Faktanya, orang yang berjalan dalam tidur tidak akan kehilangan kepekaan terhadap rangsangan apa pun. Mereka juga tidak akan kebal dan masih bisa terluka.

Seperti contoh, jika mereka melakukan pukulan dengan cukup keras, mereka akan terbangun. Itulah mengapa sangat penting untuk membawa sleepwalker kembali ke tempat tidur.

Selain itu, langkah pengamanan yang dapat dilakukan adalah mengamankan senjata tajam dan berbahaya jauh dari jangkauan agar tidak melukai sleepwalker.

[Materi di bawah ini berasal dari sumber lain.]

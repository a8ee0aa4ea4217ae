"use client";
import { useRef, useState } from "react";
import { formatWhen } from "@/lib/format";
import { api, ApiError } from "./api";

export type BasemapFacts = { bytes: number; etag: string; updatedAt: string; minZoom: number; maxZoom: number; tileType: string };
type Problem = { field: string; message: string; bytes: number };

/** Chunks under the front door's body limit; a cut link costs at most one. */
const CHUNK_BYTES = 4 * 1024 * 1024;
const size = (bytes: number) => (bytes < 1024 * 1024 ? `${Math.ceil(bytes / 1024)} kB` : `${(bytes / 1024 / 1024).toFixed(1)} MB`);

async function sendChunk(file: File, offset: number, signal: AbortSignal): Promise<{ received: number; complete: boolean; basemap?: BasemapFacts }> {
  const res = await fetch(`/api/basemap/upload?offset=${offset}&size=${file.size}`, {
    method: "PUT",
    headers: { "content-type": "application/octet-stream" },
    body: file.slice(offset, Math.min(file.size, offset + CHUNK_BYTES)),
    credentials: "same-origin",
    signal,
  });
  const data = await res.json().catch(() => ({}));
  // The server holds another amount (a chunk cut earlier): go on from there.
  if (res.status === 409 && data?.error?.fields?.offset) return { received: Number(data.error.fields.offset[0]), complete: false };
  if (!res.ok) throw new ApiError(data?.error?.message ?? `The server answered ${res.status}.`, res.status, data?.error?.fields);
  return data;
}

/**
 * The club's basemap in the console: what is there, uploading a PMTiles archive in chunks with
 * progress (going on from where a dropped link stopped), and removing it.
 */
/**
 * `initialSince` is the basemap's date as the page wrote it on the server, in the club's zone:
 * the same text renders and hydrates. A basemap uploaded here is dated in the browser.
 */
export function BasemapUpload({
  initial,
  initialSince,
  timeZone,
  problem,
  maxBytes,
}: {
  initial: BasemapFacts | null;
  initialSince: string;
  timeZone: string;
  problem: Problem | null;
  maxBytes: number;
}) {
  const [current, setCurrent] = useState(initial);
  const [shownProblem, setShownProblem] = useState(problem);
  const [file, setFile] = useState<File | null>(null);
  const [sent, setSent] = useState<number | null>(null);
  const [message, setMessage] = useState<{ text: string; error: boolean } | null>(null);
  const abort = useRef<AbortController | null>(null);

  const upload = async () => {
    if (!file) return;
    if (file.size > maxBytes) return setMessage({ text: `The archive is ${size(file.size)}; the club's server takes at most ${size(maxBytes)}.`, error: true });
    setMessage(null);
    const controller = new AbortController();
    abort.current = controller;
    let offset = 0;
    let failures = 0;
    setSent(0);
    try {
      for (;;) {
        try {
          const state = await sendChunk(file, offset, controller.signal);
          offset = state.received;
          failures = 0;
          setSent(offset);
          if (state.complete) {
            setCurrent(state.basemap ?? null);
            setShownProblem(null);
            setMessage({ text: "The basemap is in place. Members' maps use it now; phones that keep a copy are told a newer one is here.", error: false });
            break;
          }
        } catch (error) {
          if (error instanceof ApiError || controller.signal.aborted || ++failures > 3) throw error;
          // The link dropped: wait, ask where the server stands, go on from there.
          await new Promise((r) => setTimeout(r, 1000 * failures));
          offset = (await api<{ received: number }>(`/api/basemap/upload?size=${file.size}`)).received;
        }
      }
    } catch (error) {
      setMessage({
        text: controller.signal.aborted ? "Upload stopped." : error instanceof Error ? error.message : "The upload failed. Try again.",
        error: !controller.signal.aborted,
      });
    } finally {
      abort.current = null;
      setSent(null);
    }
  };

  const remove = async () => {
    if (!window.confirm("Remove the club's basemap? Members' maps go back to plain paper; phones keep their copies until their members remove them.")) return;
    try {
      await api("/api/basemap", { method: "DELETE" });
      setCurrent(null);
      setShownProblem(null);
      setMessage({ text: "Removed from the club's server.", error: false });
    } catch (error) {
      setMessage({ text: error instanceof Error ? error.message : "Not removed.", error: true });
    }
  };

  return (
    <section className="sheet flex flex-col gap-3" aria-labelledby="basemap-title" data-testid="basemap-upload">
      <h2 id="basemap-title" className="heading-bar self-start text-lg">
        Basemap for members&apos; maps
      </h2>
      <p>
        One PMTiles archive (version 3) of raster tiles (PNG, JPEG or WebP) covering the claims area, at most {size(maxBytes)}. Members see it under the claims
        on their map and can keep it on their phones for use with no signal. It is the ground, not a survey: claim lines stay the club&apos;s drawing.
      </p>
      <p data-testid="basemap-current">
        {current
          ? `In place: ${size(current.bytes)}, ${current.tileType.toUpperCase()} tiles at zoom ${current.minZoom}–${current.maxZoom}, since ${current === initial ? initialSince : formatWhen(Date.parse(current.updatedAt), timeZone)}.`
          : "No basemap yet: members' maps show the claims on plain paper."}
      </p>
      {shownProblem && (
        <p role="alert" className="field-error">
          The file in the data folder ({size(shownProblem.bytes)}) is not served: its {shownProblem.field} {shownProblem.message}.
        </p>
      )}
      <label className="flex flex-col">
        <span className="field-label">PMTiles archive</span>
        <input className="field-input" type="file" accept=".pmtiles,application/vnd.pmtiles" onChange={(e) => setFile(e.target.files?.[0] ?? null)} />
      </label>
      {sent !== null && file ? (
        <div className="flex flex-col gap-1">
          <progress className="w-full" max={file.size} value={sent} aria-label="Basemap upload" />
          <p className="figure">
            {size(sent)} of {size(file.size)}
          </p>
          <button type="button" className="btn self-start" onClick={() => abort.current?.abort()}>
            Stop
          </button>
        </div>
      ) : (
        <div className="flex flex-wrap gap-2">
          <button type="button" className="btn btn-primary" disabled={!file} onClick={() => void upload()}>
            {current ? "Replace the basemap" : "Upload the basemap"}
          </button>
          {(current || shownProblem) && (
            <button type="button" className="btn" onClick={() => void remove()}>
              Remove the basemap
            </button>
          )}
        </div>
      )}
      {message && (
        <p role={message.error ? "alert" : "status"} className={message.error ? "field-error" : "font-bold text-moss"}>
          {message.text}
        </p>
      )}
    </section>
  );
}
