export type MonthlyProduction = { month: string; claimId: string | null; claimName: string | null; finds: number; weightGrams: number; fineGrams: number };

3. Berjalan sambil tidur tidak akan berdampak apa-apa pada keesokan harinya

Faktanya, efek yang ditimbulkan dari tidur sambil berjalan ialah kualitas tidur yang terganggu atau kurang tidur. Mereka akan lebih sering merasakan kantuk pada siang hari dan ini bisa mengganggu aktivitas harian.

4. Orang yang tidur sambil berjalan selalu menutup mata

Mungkin kamu pernah melihatnya di tayangan horor, di mana seseorang tidur berjalan dengan mata terpejam. Namun, pada kenyataannya, orang yang tidur sambil berjalan tidak selalu menutup mata.

Itulah kenapa ada seseorang yang tidur sambil berjalan masih bisa melihat jalanan atau naik turun tangga tanpa terjatuh. Mereka melakukannya saat otak sedang dalam kondisi tidur dan sedang dalam fase tahap 3 non-rapid eye movement.

5. Orang dengan tidur berjalan tidak mengingat apa pun yang telah terjadi

Faktanya, sebagian dari mereka dapat mengingat apa yang mereka lakukan selama episode tidur berjalan. Bahkan, mereka mengingat apa yang mereka pikirkan dan emosi apa yang mereka rasakan.